Aber wenn man ein Haus mit großem Garten hat wird man irgendwie nie fertig 



> Aber, hast Du unter deinem Bachlauf auch eine Folie versteckt??



Ja, kenne auch deinen Bachlauf, habe mir in den letzten Monaten so ziemlich alle angeschaut um überhaupt zu Wissen was ich bauen möchte ;-), so in der Art soll er mal werden wenn er fertig ist, wobei ich auch 'Pflanzbecken' im Bachlauf vorgesehen habe, soll ja nicht nur steinig sein (und ich habe ja schon eine 'große' Steinmauer...)

Yope, wobei der Beton vor dem Bachlauf nur der 'Unterbau' ist, der mir die Fliese halten soll und als 'Absicherung', wenn was nachgeht, die Fliese halbwegs gerade bleibt.

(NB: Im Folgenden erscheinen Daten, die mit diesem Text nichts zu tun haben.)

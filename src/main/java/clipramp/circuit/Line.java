package clipramp.circuit;

import java.util.List;

/**
 * The alternating line. v(t) = sqrt(2) V [sin wt + sum of share_k sin(k wt + phase_k)].
 *
 * @param volts rms of the fundamental, V, above 0
 * @param hertz frequency, Hz, above 0
 * @param lowVolts lowest rms of the fundamental that the design must work at, V, at most {@code volts}
 * @param highVolts highest rms of the fundamental that the design must work at, V, at least {@code volts}
 * @param harmonics in any order, may be empty
 */
public record Line(double volts, double hertz, double lowVolts, double highVolts, List<Harmonic> harmonics) {
    /**
     * One harmonic of the line's voltage.
     *
     * @param order 2..100
     * @param share amplitude as a fraction of the fundamental's, 0..1
     * @param phaseRad phase at the fundamental's positive-going zero, in the harmonic's own angle, rad
     */
    public record Harmonic(int order, double share, double phaseRad) {
        /** @throws IllegalArgumentException outside the stated ranges */
        public Harmonic {
            if (order < 2 || order > 100) {
                throw new IllegalArgumentException("harmonic order must lie in 2..100, is " + order);
            }
            Require.fraction("harmonic share", share);
            Require.finite("harmonic phase", phaseRad);
        }
    }

    /** Samples to a period of the highest order: the largest one lies a thousandth under the crest at most. */
    private static final int SAMPLES_PER_ORDER = 72;

    private static final double NEAR_CREST = 0.99;

    /** Shrinks two steps to a part in 1e7: a crest is flat, and its height right to 1e-12. */
    private static final int THIRDS = 40;

    /**
     * @throws IllegalArgumentException where a voltage or the frequency is not above zero, or the voltages are out of order
     */
    public Line {
        Require.positive("line voltage", volts);
        Require.positive("line frequency", hertz);
        Require.positive("low line voltage", lowVolts);
        Require.positive("high line voltage", highVolts);
        if (lowVolts > volts || highVolts < volts) {
            throw new IllegalArgumentException(
                    "line voltages out of order: low " + lowVolts + ", nominal " + volts + ", high " + highVolts);
        }
        harmonics = List.copyOf(harmonics);
    }

    /**
     * The line's voltage at an angle.
     *
     * @param fundamentalVolts rms of the fundamental, V
     * @param thetaRad angle from the positive-going zero of the fundamental, rad
     * @return V
     */
    public double voltsAt(double fundamentalVolts, double thetaRad) {
        double sum = Math.sin(thetaRad);
        for (Harmonic harmonic : harmonics) {
            sum += harmonic.share() * Math.sin(harmonic.order() * thetaRad + harmonic.phaseRad());
        }
        return Math.sqrt(2) * fundamentalVolts * sum;
    }

    /** True rms of the line over the rms of its fundamental: sqrt(1 + sum of shares squared). */
    public double rmsFactor() {
        return Math.sqrt(
                1 + harmonics.stream().mapToDouble(h -> h.share() * h.share()).sum());
    }

    /** Largest magnitude of the line voltage, V, for an rms of the fundamental in V; to 1e-9 of it with harmonics. */
    public double crestVolts(double fundamentalVolts) {
        if (harmonics.isEmpty()) {
            return Math.sqrt(2) * fundamentalVolts;
        }
        int highest = harmonics.stream().mapToInt(Harmonic::order).max().orElse(1);
        double[] sampled = new double[SAMPLES_PER_ORDER * highest];
        double best = 0;
        for (int i = 0; i < sampled.length; i++) {
            sampled[i] = Math.abs(voltsAt(fundamentalVolts, 2 * Math.PI * i / sampled.length));
            best = Math.max(best, sampled[i]);
        }
        double crest = best;
        for (int i = 0; i < sampled.length; i++) {
            double before = sampled[(i + sampled.length - 1) % sampled.length];
            double after = sampled[(i + 1) % sampled.length];
            if (sampled[i] >= NEAR_CREST * best && sampled[i] >= before && sampled[i] >= after) {
                crest = Math.max(crest, crestNear(fundamentalVolts, i, 2 * Math.PI / sampled.length));
            }
        }
        return crest;
    }

    /** Largest magnitude within a step of a sample, by thirds: a crest between two steps is the only one there. */
    private double crestNear(double fundamentalVolts, int sample, double stepRad) {
        double low = (sample - 1) * stepRad;
        double high = (sample + 1) * stepRad;
        for (int i = 0; i < THIRDS; i++) {
            double third = (high - low) / 3;
            double left = Math.abs(voltsAt(fundamentalVolts, low + third));
            double right = Math.abs(voltsAt(fundamentalVolts, high - third));
            if (left < right) {
                low += third;
            } else {
                high -= third;
            }
        }
        return Math.abs(voltsAt(fundamentalVolts, (low + high) / 2));
    }
}
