package clipramp.circuit;

/** The checks that records make in their constructors. */
final class Require {
    private Require() {}

    static void positive(String name, double value) {
        if (!(value > 0) || Double.isInfinite(value)) {
            throw new IllegalArgumentException(name + " must be above zero, is " + value);
        }
    }

    static void atLeastOne(String name, double value) {
        if (!(value >= 1) || Double.isInfinite(value)) {
            throw new IllegalArgumentException(name + " must be 1 or more, is " + value);
        }
    }

    static void notNegative(String name, double value) {
        if (!(value >= 0) || Double.isInfinite(value)) {
            throw new IllegalArgumentException(name + " must not be negative, is " + value);
        }
    }

    static void finite(String name, double value) {
        if (!Double.isFinite(value)) {
            throw new IllegalArgumentException(name + " must be a number, is " + value);
        }
    }

    static void fraction(String name, double value) {
        if (!(value >= 0 && value <= 1)) {
            throw new IllegalArgumentException(name + " must lie in 0..1, is " + value);
        }
    }
}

Der Bachlaufaufbau ist ansonsten: Vlies - Folie - Vlies, wobei der Bachlauf selbst aus 3 kleinen Becken besteht die jeweils verbunden sind... die Ränder des Bachlauf selbst werde ich noch mit etwas Beton und Bruchsteinen festigen, in den Bachlauf selbst dann noch ein paar größere Steine und Kies, muß ich aber noch ausprobieren welche Körnung mit da nicht wegschwimmt...

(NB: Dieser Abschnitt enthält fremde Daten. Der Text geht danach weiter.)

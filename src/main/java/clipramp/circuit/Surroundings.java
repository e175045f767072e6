package clipramp.circuit;

/**
 * Where the design must work.
 *
 * @param coldestCelsius lowest ambient temperature that the design must work at, °C
 * @param hottestCelsius highest ambient temperature that the design must work at, °C
 */
public record Surroundings(double coldestCelsius, double hottestCelsius) {
    /** @throws IllegalArgumentException where the coldest lies above the hottest, or either is no finite number */
    public Surroundings {
        Require.finite("coldest", coldestCelsius);
        Require.finite("hottest", hottestCelsius);
        if (coldestCelsius > hottestCelsius) {
            throw new IllegalArgumentException(
                    "coldest (" + coldestCelsius + " °C) lies above hottest (" + hottestCelsius + " °C)");
        }
    }
}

Wieso Vlies auf die Folie? Weil die Folie so auch von oben geschützt ist und es sieht imho viel besser aus, habe ich auch im Teich so gemacht, dort hat sich das Vlies bereits 'braun' gefärbt (vom Sand, Lehm etc.) und sieht erheblich natürlicher aus wie schwarze Folie.

PS: Elektrik gestern abend noch fertiggestellt (Eigene Dose im Keller mit Zeischaltuhr, von dort geht Kabel zu spez. Dose an der Ostseite des Hauses für Bachlaufpumpe.), wenn das Wetter mal halbwegs trocken bleibt, kann der Rand noch gemacht werden und schön langsam sollte es mehr Unterwasserpflanzen bei unserem Pflanzendealer geben.


----------



## chrisgruebl (3. Mai 2008)

*AW: Mein kleiner Teich*

Servus

Nun ging es ein wenig am Teich weiter, eine Pflanz bzw. Schwimminsel (60cm DM, Styrodur 3cm mit 4 Pflanzkörben 9cm - Samen 'Teichrandblumenmischung - Feuchte Wiese' ausgesät, mal schauen ob die was werden).

Foto 

Danach ging es beim Bachlauf weiter, dürfte morgen halbwegs fertig werden...

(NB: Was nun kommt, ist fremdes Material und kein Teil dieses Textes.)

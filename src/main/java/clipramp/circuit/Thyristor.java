package clipramp.circuit;

import java.util.OptionalDouble;

/**
 * The power switch as mounted.
 *
 * @param device SCR or triac
 * @param caseToAmbientKelvinPerWatt thermal resistance from case to ambient, K/W, if stated
 */
public record Thyristor(ThyristorDevice device, OptionalDouble caseToAmbientKelvinPerWatt) {}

PS: Pflanzinsel in Teichmitte mit Schnur und Stein festgemacht, denn kaum, treibt sie Richtung Rand - probieren unsere Katzen auf 'die Insel' zu gehen..., wollen wohl mal in Urlaub, mal schauen ob wir eine kleine Palme auftreiben können


----------



## chrisgruebl (8. Mai 2008)

*AW: Mein kleiner Teich*

Es geht voran, Bachlauf ist seit ein paar Tagen fertig, Pflanzen wachsen wie wild (auch etliche die ich NICHT eingepflanzt habe - dürften mit dem 'Schlamm' aus Mutters Teich eingezogen sein).

Und es gibt bereits den ersten Nachwuchs, 

Foto 


Dürften Posthornschnecken Eier sein.... kaum im Teich drinnen und schon ... tststs 

Foto


----------